For every pixel of the output image, we have a random normal. It can be offset as well.
float3 fres = normalize(noise*2) - float3(1.0, 1.0, 1.0);
float3 ep = float3(input.TexCoord,currentPixelDepth);
Then, my source has the sample radius depend on the depth - the bigger the depth, the bigger the radius to sample. This is a good idea, because
for things far away, distance in screen space may result in large distance in world space.
For rad my source uses a value of 0.006, which seems to be arbitrarily chosen.
float radD = rad/currentPixelDepth;
Step 2: The loop
Now, for every pixel, we need to do some steps.
Before the loop is done, we define our accumulator variables.
float bl = 0.0f;
float occluderDepth, depthDifference, normDiff;
How many iterations the loop should have can be decided by you. The more the better regarding the quality of the effect.
For more than 16 samples, you will need a bigger random vector than I do.
for(int i=0; i<9;++i)
{
// Chose a vector from the hemisphere and reflect with noise vector
float3 ray = radD*reflect(pSphere[i],fres);
// When the ray leaves the hemisphere, its direction is changed
float3 se = ep + sign(dot(ray,norm) )*ray;
// Get depth value of occluder
float3 occluderFragment = tex2D(depthSampler,se.xy);
// Get normal of the occluder
float3 occNorm = tex2D(normalSampler,se.xy).rgb;
// When the difference is negative, the occluder is behind the current source pixel surface
depthDifference = currentPixelDepth-occluderFragment.r;
// Dot product as a weight
normDiff = (1.0-dot(occNorm,norm));
// the falloff equation, starts at falloff and is kind of 1/x^2 falling
bl += step(falloff,depthDifference)*normDiff*(1.0-smoothstep(falloff,strength,depthDifference));
}
The last step is important to have a smooth falloff. My falloff is 0.000002.
Step 3: Finish
After the loop, the occlusion value gets multiplied with an intensity factor and divided by the sample count-
strength is 0.07 here, totStrength is 1.38.
You can just return a single float, but take a look at my next post why I am already using a vector.

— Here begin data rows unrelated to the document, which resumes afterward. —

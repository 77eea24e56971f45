#!/usr/bin/python3
"""No lost work: the writers under a full disk.

A small LD_PRELOAD library (enospc-shim.c, built only for the tests) makes
write() to regular files fail with ENOSPC after a byte budget
(QV_ENOSPC_AFTER) or fsync() fail (QV_ENOSPC_FSYNC=1). Under it, each
command that writes — modes -o, displace, ensemble, picture — must:
  - exit 3 with a message naming the file and the reason on stderr;
  - leave no partial file and no temporary (hidden) file behind;
  - leave the outputs written before the failure complete and byte for byte
    as a run without the shim writes them, and an earlier output that the
    run was replacing (--force) untouched.
Without --force an existing output is refused (exit 3) and kept.
The contract is DESIGN.md §5/§7 and issue 8 ("No lost work"); the reference
for "complete" is the same command run without the shim.

Usage: test_no_lost_work.py SHIM.so
"""
import filecmp
import hashlib
import os
import shutil
import subprocess
import sys
import tempfile

sys.dont_write_bytecode = True
QUAVER = os.environ.get("QUAVER") or os.path.join(
    os.environ.get("QV_BUILD_ROOT", "build"), "src", "cli", "quaver")
SHIM = os.path.abspath(sys.argv[1])
failures = []
checks = 0


def ok(cond, msg):
    global checks
    checks += 1
    if not cond:
        failures.append(msg)
        print("FAIL: " + msg, file=sys.stderr, flush=True)
    return cond


def run(args, cwd, shim=None):
    """Runs quaver in @cwd; @shim: None (no preload) or a dict of the shim's
    variables (an empty dict preloads it without a limit)."""
    env = dict(os.environ, LC_ALL="C.UTF-8")
    for k in ("QV_ENOSPC_AFTER", "QV_ENOSPC_FSYNC"):
        env.pop(k, None)
    if shim is not None:
        env["LD_PRELOAD"] = SHIM
        env.update({k: str(v) for k, v in shim.items()})
        if os.environ.get("QV_SANITIZED") == "1":
            # the shim comes before the ASan runtime in the library list
            env["ASAN_OPTIONS"] = (os.environ.get("ASAN_OPTIONS", "") + ":verify_asan_link_order=0").lstrip(":")
    # a guard against a hang; under memcheck (tests/tools/run-valgrind.sh)
    # a GIF of the demo takes minutes, so the guard grows as meson's does
    limit = 120 * (30 if os.environ.get("QV_VALGRIND_QUAVER") else 1)
    p = subprocess.run([QUAVER] + args, cwd=cwd, env=env, capture_output=True, timeout=limit)
    p.err = p.stderr.decode("utf-8", "replace")
    ok(p.returncode >= 0, "%s: killed by signal %d" % (" ".join(args), -p.returncode))
    ok("Sanitizer" not in p.err and "runtime error:" not in p.err,
       "%s: sanitizer report %r" % (" ".join(args), p.err[-1500:]))
    return p


def tree(folder):
    """{relative path: sha256} of every file below @folder."""
    out = {}
    for root, dirs, files in os.walk(folder):
        for name in files:
            path = os.path.join(root, name)
            with open(path, "rb") as f:
                out[os.path.relpath(path, folder)] = hashlib.sha256(f.read()).hexdigest()
    return out


def hidden(folder):
    return sorted(p for p in tree(folder) if os.path.basename(p).startswith("."))


def expect_write_failure(label, p, path_word):
    ok(p.returncode == 3, "%s: exit %d, expected 3; stderr %r" % (label, p.returncode, p.err.strip()))
    ok("quaver: " in p.err and path_word in p.err and "No space left on device" in p.err,
       "%s: the message should name %s and the full disk; got %r" % (label, path_word, p.err.strip()))


with tempfile.TemporaryDirectory(prefix="qv-nlw-") as tmp:
    # --- the shim itself: preloaded without a limit, output is unchanged ---
    ref = os.path.join(tmp, "ref")
    os.mkdir(ref)
    p = run(["modes", "--demo", "-o", "table.txt"], ref)
    ok(p.returncode == 0, "modes -o without the shim: exit %d %r" % (p.returncode, p.err))
    same = os.path.join(tmp, "same")
    os.mkdir(same)
    p = run(["modes", "--demo", "-o", "table.txt"], same, shim={})
    ok(p.returncode == 0 and filecmp.cmp(os.path.join(ref, "table.txt"), os.path.join(same, "table.txt"), shallow=False),
       "the shim without a budget must pass writes through unchanged (exit %d)" % p.returncode)
    table_size = os.path.getsize(os.path.join(ref, "table.txt"))
    ok(table_size > 200, "the demo table is more than 200 bytes (%d), so a budget of 100 cuts it" % table_size)

    # --- one file: modes -o ----------------------------------------------
    for label, shim in (("no space at all", {"QV_ENOSPC_AFTER": 0}),
                        ("space for 100 bytes", {"QV_ENOSPC_AFTER": 100}),
                        ("fsync fails", {"QV_ENOSPC_FSYNC": 1})):
        d = os.path.join(tmp, "modes-" + str(len(os.listdir(tmp))))
        os.mkdir(d)
        p = run(["modes", "--demo", "-o", "table.txt"], d, shim)
        expect_write_failure("modes -o, " + label, p, "table.txt")
        ok(tree(d) == {}, "modes -o, %s: nothing may be left behind, found %s" % (label, sorted(tree(d))))
        # an earlier output being replaced with --force stays as it was
        earlier = os.path.join(d, "table.txt")
        with open(earlier, "w") as f:
            f.write("an earlier table the user wants to keep\n")
        before = tree(d)
        p = run(["modes", "--demo", "-o", "table.txt", "--force"], d, shim)
        expect_write_failure("modes -o --force, " + label, p, "table.txt")
        ok(tree(d) == before, "modes -o --force, %s: the earlier table.txt must be untouched" % label)

    # without --force an existing file is refused and kept (no shim needed)
    d = os.path.join(tmp, "exists")
    os.mkdir(d)
    with open(os.path.join(d, "table.txt"), "w") as f:
        f.write("keep me\n")
    p = run(["modes", "--demo", "-o", "table.txt"], d)
    ok(p.returncode == 3 and "exists; pass --force" in p.err, "modes -o over a file: exit %d %r" % (p.returncode, p.err))
    ok(open(os.path.join(d, "table.txt")).read() == "keep me\n", "modes -o over a file: kept")

    # standard output on a full device (/dev/full: every write is ENOSPC;
    # stdio's own writes cannot be reached by the shim)
    if os.path.exists("/dev/full"):
        for args in (["modes", "--demo"], ["modes", "--demo", "-f", "json"], ["table", "--demo"]):
            with open("/dev/full", "w") as full:
                env = dict(os.environ, LC_ALL="C.UTF-8")
                p = subprocess.run([QUAVER] + args, stdout=full, stderr=subprocess.PIPE, env=env, timeout=120)
            err = p.stderr.decode("utf-8", "replace")
            ok(p.returncode == 3 and "cannot write to standard output: No space left on device" in err,
               "%s > /dev/full: exit %d, expected 3 and the reason; stderr %r" % (" ".join(args), p.returncode, err))

    # --- several files: displace and ensemble into a directory -------------
    exports = [("displace", ["displace", "--demo", "--mode", "2", "--scan", "5", "-o", "out"]),
               ("ensemble", ["ensemble", "--demo", "-T", "300", "-n", "6", "--seed", "7", "-o", "out"])]
    for name, args in exports:
        clean = os.path.join(tmp, name + "-clean")
        os.mkdir(clean)
        p = run(args, clean)
        ok(p.returncode == 0, "%s without the shim: exit %d %r" % (name, p.returncode, p.err))
        files = tree(os.path.join(clean, "out"))
        ok(len(files) >= 3, "%s writes several files (%d)" % (name, len(files)))
        sizes = sorted(os.path.getsize(os.path.join(clean, "out", f)) for f in files)
        # a budget that lets some files through and stops one in the middle
        for label, budget in (("no space", 0), ("mid-export", sizes[0] + sizes[1] // 2),
                              ("at the manifest", sum(sizes) - 10)):
            d = os.path.join(tmp, "%s-%s" % (name, budget))
            os.mkdir(d)
            p = run(args, d, {"QV_ENOSPC_AFTER": budget})
            expect_write_failure("%s, %s" % (name, label), p, "out")
            got = tree(os.path.join(d, "out")) if os.path.isdir(os.path.join(d, "out")) else {}
            ok(hidden(os.path.join(d, "out")) == [] if got else True,
               "%s, %s: temporary files left: %s" % (name, label, hidden(os.path.join(d, "out"))))
            for f, digest in got.items():
                ok(files.get(f) == digest, "%s, %s: %s is partial or differs from a clean run" % (name, label, f))
            ok(len(got) < len(files), "%s, %s: the export cannot have completed (%d of %d files)"
               % (name, label, len(got), len(files)))
            ok("manifest.json" not in got, "%s, %s: no manifest for an export that failed" % (name, label))
        # replacing an earlier export (--force) under a full disk: the earlier
        # files are all still there and unchanged
        d = os.path.join(tmp, name + "-again")
        shutil.copytree(clean, d)
        before = tree(d)
        p = run(args + ["--force"], d, {"QV_ENOSPC_AFTER": 0})
        expect_write_failure("%s --force over an earlier export" % name, p, "out")
        ok(tree(d) == before, "%s --force over an earlier export: it must be untouched" % name)

    # --- pictures (builds with the renderer) -------------------------------
    probe = run(["picture", "--help"], tmp)
    if probe.returncode == 0:
        for fmt in ("png", "svg", "gif"):
            clean = os.path.join(tmp, "picture-" + fmt)
            os.mkdir(clean)
            args = ["picture", "--demo", "--mode", "2", "-o", "mode." + fmt]
            p = run(args, clean)
            ok(p.returncode == 0, "picture %s without the shim: exit %d %r" % (fmt, p.returncode, p.err))
            size = os.path.getsize(os.path.join(clean, "mode." + fmt)) if p.returncode == 0 else 0
            for budget in (0, size // 2):
                d = os.path.join(tmp, "picture-%s-%d" % (fmt, budget))
                os.mkdir(d)
                p = run(args, d, {"QV_ENOSPC_AFTER": budget})
                expect_write_failure("picture %s, budget %d" % (fmt, budget), p, "mode." + fmt)
                ok(tree(d) == {}, "picture %s, budget %d: left %s" % (fmt, budget, sorted(tree(d))))
            before = tree(clean)
            p = run(args + ["--force"], clean, {"QV_ENOSPC_FSYNC": 1})
            expect_write_failure("picture %s --force, fsync fails" % fmt, p, "mode." + fmt)
            ok(tree(clean) == before, "picture %s --force: the earlier picture must be untouched" % fmt)
    else:
        print("picture: not in this build (no renderer); its rows are skipped")

print("no-lost-work: %d checks, %d failures" % (checks, len(failures)))
sys.exit(1 if failures else 0)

float ao = 1.0-totStrength*bl*invSamples;
return float4(ao,ao,ao,ao);
That was easy
That's it. How many lines of code, 15? Of course this technique is not free from flaws and artifacts.
Just changing the radius too much leads to a lot of unwanted occlusion artifacts and since only
screen space is treated, only visible things have an effect.
I experiences some edge bleeding artifacts when depth values differ too much (?) that
even an additional blur pass was not able to mitigate (visible in the picutres below).
XNA 4.0 also only supports shader model 4.0, which means limited instruction count, which limits the quality of such an effect.
An additional blur pass is a must, though.